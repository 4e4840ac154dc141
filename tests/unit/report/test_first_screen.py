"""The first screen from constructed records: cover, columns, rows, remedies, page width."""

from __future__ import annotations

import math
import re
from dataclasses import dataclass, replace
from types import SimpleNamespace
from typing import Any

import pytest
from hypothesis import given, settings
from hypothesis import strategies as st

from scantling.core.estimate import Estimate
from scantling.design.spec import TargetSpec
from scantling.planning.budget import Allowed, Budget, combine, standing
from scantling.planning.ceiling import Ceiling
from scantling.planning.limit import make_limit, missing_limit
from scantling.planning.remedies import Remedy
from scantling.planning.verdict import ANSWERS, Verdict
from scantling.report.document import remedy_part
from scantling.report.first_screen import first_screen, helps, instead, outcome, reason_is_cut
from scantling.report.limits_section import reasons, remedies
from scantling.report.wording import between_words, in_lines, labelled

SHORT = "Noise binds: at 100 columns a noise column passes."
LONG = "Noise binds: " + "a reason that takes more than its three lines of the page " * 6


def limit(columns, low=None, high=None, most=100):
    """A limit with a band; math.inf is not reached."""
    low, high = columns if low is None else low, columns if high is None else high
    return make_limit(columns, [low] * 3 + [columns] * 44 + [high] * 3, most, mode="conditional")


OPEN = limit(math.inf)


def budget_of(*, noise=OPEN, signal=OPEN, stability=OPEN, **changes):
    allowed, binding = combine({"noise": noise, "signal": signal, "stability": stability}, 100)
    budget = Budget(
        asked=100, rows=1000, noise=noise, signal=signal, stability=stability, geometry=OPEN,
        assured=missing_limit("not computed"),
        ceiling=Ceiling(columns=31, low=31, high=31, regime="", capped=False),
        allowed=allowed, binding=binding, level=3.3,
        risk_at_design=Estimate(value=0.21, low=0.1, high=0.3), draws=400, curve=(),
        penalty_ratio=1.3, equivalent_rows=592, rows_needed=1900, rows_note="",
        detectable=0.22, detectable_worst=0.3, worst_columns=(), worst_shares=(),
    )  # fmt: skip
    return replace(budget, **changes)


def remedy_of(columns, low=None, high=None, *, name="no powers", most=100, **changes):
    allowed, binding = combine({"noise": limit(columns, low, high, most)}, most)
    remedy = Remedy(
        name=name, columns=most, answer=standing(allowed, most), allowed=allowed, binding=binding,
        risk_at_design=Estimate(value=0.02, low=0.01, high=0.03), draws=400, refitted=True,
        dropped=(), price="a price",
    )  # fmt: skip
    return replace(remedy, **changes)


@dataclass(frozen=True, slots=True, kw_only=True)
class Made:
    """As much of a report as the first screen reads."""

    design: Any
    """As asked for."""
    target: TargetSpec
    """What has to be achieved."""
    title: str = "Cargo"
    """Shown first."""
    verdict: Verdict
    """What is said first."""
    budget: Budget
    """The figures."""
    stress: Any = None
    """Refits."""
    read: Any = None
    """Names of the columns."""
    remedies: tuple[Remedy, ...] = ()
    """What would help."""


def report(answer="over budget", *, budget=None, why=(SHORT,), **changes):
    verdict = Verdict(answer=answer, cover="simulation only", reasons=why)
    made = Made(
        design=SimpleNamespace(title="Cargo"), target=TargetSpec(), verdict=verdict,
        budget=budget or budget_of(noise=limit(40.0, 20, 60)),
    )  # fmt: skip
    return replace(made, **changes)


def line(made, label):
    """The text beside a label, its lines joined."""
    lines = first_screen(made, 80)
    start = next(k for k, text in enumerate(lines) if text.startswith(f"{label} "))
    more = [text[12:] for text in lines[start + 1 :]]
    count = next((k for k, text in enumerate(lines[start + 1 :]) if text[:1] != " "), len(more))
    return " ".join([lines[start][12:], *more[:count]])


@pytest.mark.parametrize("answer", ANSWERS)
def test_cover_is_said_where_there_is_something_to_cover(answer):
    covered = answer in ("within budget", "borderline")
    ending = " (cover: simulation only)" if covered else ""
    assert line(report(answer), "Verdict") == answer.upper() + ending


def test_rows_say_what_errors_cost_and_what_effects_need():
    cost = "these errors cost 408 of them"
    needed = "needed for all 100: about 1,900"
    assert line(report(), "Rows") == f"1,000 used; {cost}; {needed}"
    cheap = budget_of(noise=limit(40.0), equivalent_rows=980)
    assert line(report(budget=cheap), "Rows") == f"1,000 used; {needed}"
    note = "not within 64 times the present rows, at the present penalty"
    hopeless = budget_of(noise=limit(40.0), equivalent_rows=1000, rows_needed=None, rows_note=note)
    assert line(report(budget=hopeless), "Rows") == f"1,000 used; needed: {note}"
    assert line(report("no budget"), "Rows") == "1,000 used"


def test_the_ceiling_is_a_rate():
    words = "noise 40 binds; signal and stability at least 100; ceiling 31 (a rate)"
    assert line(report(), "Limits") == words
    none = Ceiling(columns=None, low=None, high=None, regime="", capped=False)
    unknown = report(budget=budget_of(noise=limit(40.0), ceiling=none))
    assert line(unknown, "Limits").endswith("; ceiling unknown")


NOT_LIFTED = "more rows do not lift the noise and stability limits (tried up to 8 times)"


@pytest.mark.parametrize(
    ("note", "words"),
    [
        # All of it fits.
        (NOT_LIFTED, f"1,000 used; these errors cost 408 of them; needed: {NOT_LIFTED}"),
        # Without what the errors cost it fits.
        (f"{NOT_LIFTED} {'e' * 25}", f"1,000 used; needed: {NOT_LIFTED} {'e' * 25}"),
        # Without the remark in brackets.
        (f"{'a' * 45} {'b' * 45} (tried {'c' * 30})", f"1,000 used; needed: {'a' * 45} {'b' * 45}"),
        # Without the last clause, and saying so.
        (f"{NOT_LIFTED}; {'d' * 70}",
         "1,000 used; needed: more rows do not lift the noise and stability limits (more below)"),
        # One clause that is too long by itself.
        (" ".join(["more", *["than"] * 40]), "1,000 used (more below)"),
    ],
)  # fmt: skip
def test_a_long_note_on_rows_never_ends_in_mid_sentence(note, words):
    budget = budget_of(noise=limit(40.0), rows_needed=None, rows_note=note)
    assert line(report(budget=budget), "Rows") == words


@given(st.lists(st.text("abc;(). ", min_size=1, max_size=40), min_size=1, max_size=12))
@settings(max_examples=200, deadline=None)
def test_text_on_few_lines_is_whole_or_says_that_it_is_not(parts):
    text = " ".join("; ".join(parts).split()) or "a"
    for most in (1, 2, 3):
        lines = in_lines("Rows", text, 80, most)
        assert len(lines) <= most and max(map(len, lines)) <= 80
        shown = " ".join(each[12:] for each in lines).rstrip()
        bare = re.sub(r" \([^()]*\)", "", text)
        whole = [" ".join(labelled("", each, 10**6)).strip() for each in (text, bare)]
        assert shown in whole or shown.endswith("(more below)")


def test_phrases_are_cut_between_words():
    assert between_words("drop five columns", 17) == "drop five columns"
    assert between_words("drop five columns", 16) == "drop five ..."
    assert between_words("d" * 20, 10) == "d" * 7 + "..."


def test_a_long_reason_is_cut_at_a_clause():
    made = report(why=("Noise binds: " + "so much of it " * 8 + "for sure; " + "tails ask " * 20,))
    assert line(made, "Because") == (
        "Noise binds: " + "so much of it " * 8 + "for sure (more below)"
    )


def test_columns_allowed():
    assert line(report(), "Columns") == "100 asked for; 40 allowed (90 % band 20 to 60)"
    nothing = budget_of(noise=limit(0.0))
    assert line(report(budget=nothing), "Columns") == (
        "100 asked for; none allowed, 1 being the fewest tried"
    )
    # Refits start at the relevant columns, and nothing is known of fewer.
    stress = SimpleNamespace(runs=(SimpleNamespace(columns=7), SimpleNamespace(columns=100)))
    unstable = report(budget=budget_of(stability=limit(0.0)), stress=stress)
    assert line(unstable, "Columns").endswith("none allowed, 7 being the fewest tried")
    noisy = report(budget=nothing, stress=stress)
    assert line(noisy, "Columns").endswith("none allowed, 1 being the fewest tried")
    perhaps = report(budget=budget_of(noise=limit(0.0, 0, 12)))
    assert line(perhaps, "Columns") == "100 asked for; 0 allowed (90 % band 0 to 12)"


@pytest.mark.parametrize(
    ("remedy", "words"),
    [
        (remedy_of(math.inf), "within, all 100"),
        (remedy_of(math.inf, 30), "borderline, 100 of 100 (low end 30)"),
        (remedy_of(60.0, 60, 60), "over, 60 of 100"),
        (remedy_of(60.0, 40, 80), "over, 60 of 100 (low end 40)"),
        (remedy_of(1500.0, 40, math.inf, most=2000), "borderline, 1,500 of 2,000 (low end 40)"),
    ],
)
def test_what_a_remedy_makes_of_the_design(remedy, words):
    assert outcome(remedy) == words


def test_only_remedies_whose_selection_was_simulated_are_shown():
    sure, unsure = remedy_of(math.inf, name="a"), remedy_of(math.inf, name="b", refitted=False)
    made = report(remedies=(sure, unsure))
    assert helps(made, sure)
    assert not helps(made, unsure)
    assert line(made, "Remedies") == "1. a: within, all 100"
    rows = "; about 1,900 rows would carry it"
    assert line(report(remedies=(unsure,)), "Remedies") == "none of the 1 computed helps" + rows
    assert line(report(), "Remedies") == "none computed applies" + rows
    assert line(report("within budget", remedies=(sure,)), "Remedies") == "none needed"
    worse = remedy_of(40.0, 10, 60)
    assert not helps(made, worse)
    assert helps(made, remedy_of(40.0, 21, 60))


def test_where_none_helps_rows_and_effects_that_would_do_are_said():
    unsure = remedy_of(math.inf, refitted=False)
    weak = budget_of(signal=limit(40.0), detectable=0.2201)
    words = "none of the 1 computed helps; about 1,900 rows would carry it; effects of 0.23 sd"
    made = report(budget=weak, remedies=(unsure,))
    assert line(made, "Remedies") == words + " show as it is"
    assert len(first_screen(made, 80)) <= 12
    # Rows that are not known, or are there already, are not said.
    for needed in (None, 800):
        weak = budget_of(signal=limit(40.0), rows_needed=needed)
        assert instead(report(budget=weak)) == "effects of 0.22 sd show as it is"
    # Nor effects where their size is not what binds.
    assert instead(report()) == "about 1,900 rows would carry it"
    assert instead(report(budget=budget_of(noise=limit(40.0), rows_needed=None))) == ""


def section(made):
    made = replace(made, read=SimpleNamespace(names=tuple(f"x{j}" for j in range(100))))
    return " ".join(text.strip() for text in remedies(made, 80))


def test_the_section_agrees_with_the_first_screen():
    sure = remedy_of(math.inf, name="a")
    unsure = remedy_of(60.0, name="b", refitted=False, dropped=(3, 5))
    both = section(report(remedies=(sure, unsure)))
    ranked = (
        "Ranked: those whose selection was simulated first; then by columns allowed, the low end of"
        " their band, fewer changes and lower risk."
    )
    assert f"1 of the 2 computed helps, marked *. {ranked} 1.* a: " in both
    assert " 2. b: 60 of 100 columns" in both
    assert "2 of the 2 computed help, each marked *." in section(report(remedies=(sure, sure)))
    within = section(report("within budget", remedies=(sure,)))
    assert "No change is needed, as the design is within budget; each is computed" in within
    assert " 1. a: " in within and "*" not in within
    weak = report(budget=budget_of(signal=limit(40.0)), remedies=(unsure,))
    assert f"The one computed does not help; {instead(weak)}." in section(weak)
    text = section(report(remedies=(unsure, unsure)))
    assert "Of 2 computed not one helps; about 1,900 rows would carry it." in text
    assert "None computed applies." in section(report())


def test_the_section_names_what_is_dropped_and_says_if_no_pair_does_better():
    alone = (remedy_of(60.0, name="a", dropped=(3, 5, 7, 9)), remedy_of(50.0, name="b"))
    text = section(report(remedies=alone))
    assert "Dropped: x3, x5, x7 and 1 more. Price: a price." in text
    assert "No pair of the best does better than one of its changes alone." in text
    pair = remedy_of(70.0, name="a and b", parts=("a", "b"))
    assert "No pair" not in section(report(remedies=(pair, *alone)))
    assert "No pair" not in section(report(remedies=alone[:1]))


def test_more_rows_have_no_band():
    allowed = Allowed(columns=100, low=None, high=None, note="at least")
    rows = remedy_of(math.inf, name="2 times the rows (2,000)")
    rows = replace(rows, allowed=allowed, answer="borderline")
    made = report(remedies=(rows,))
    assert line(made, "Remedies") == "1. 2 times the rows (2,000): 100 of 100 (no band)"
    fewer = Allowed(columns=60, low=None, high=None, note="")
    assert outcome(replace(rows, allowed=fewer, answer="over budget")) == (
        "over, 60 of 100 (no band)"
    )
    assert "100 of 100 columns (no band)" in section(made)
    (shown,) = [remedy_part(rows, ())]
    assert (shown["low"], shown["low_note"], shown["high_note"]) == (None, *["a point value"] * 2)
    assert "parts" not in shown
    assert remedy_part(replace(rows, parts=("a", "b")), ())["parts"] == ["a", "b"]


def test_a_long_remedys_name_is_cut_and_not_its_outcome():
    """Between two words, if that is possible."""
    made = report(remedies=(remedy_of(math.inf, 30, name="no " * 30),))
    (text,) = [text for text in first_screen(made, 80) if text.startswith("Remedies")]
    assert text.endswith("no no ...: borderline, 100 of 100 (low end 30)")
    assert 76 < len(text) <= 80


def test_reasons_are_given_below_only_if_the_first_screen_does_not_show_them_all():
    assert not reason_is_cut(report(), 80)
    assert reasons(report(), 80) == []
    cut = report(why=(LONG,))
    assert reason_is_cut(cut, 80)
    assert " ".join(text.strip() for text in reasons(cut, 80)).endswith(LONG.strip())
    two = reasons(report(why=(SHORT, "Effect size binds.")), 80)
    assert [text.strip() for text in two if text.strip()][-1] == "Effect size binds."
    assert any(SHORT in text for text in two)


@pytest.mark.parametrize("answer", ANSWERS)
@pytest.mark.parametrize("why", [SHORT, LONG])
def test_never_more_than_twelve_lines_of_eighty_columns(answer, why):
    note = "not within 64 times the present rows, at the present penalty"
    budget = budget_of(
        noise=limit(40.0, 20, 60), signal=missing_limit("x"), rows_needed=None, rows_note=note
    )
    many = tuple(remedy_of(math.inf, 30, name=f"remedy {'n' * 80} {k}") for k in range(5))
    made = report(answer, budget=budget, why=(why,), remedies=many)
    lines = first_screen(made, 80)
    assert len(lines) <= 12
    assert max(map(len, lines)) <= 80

**********

Keep both end lines and retype everything in the records above from the line containing "from hypothesis import strategies as st" through the line containing "from scantling.report.limits_section import", exactly, with nothing else.

from hypothesis import strategies as st

from scantling.core.estimate import Estimate
from scantling.design.spec import TargetSpec
from scantling.planning.budget import Allowed, Budget, combine, standing
from scantling.planning.ceiling import Ceiling
from scantling.planning.limit import make_limit, missing_limit
from scantling.planning.remedies import Remedy
from scantling.planning.verdict import ANSWERS, Verdict
from scantling.report.document import remedy_part
from scantling.report.first_screen import first_screen, helps, instead, outcome, reason_is_cut
from scantling.report.limits_section import reasons, remedies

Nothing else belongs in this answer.